■ What you are asked to do ■
Reproduce the records exactly, beginning with their first line and ending with the line that contains "vertex v are", and output nothing more.

*** Entries supplied Section Begins ***

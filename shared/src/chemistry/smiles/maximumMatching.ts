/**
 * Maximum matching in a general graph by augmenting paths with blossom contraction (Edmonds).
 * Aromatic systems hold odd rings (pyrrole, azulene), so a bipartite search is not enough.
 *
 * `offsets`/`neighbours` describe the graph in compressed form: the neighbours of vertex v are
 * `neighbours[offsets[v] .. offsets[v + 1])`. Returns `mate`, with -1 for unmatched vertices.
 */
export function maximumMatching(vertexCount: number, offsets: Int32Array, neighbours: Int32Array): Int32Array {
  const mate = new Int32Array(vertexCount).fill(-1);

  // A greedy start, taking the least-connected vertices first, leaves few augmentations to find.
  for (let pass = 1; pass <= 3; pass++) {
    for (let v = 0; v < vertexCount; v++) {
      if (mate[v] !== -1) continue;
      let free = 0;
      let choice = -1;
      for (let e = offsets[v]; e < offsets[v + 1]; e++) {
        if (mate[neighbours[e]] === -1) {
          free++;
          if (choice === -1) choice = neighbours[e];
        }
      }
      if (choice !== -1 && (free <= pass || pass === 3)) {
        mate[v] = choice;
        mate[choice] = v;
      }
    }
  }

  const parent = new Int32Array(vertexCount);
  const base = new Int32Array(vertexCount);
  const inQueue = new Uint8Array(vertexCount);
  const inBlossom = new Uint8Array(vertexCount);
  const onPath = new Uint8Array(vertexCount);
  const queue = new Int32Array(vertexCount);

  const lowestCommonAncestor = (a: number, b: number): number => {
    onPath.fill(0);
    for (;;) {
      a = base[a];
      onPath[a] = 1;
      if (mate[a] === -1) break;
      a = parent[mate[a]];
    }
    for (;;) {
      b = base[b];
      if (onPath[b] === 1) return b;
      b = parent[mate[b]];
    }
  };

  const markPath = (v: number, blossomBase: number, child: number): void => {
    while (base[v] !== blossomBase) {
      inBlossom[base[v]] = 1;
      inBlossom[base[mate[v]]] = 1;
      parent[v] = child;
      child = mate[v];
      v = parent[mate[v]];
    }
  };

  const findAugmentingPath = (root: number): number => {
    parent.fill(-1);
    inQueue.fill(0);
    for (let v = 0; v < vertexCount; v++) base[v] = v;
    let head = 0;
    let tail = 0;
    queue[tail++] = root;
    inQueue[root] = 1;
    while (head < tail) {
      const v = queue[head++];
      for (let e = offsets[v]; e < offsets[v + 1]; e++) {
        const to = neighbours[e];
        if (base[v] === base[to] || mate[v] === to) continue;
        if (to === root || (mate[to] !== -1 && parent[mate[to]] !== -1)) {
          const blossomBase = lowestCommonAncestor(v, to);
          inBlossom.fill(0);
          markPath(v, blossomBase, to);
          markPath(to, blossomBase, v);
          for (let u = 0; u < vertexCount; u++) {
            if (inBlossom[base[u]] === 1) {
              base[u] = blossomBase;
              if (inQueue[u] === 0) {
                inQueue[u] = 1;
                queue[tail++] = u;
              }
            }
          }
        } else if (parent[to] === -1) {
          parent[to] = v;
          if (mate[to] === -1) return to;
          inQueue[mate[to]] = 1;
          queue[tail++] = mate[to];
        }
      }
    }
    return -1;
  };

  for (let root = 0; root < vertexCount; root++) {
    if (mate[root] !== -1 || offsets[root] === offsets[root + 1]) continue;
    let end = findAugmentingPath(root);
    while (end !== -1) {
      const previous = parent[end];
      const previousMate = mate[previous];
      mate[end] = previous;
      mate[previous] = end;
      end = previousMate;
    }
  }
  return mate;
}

*** Entries supplied Section Ends ***

■ Solution for this task ■
filename shared/src/chemistry/smiles/maximumMatching.ts
/**
 * Maximum matching in a general graph by augmenting paths with blossom contraction (Edmonds).
 * Aromatic systems hold odd rings (pyrrole, azulene), so a bipartite search is not enough.
 *
 * `offsets`/`neighbours` describe the graph in compressed form: the neighbours of vertex v are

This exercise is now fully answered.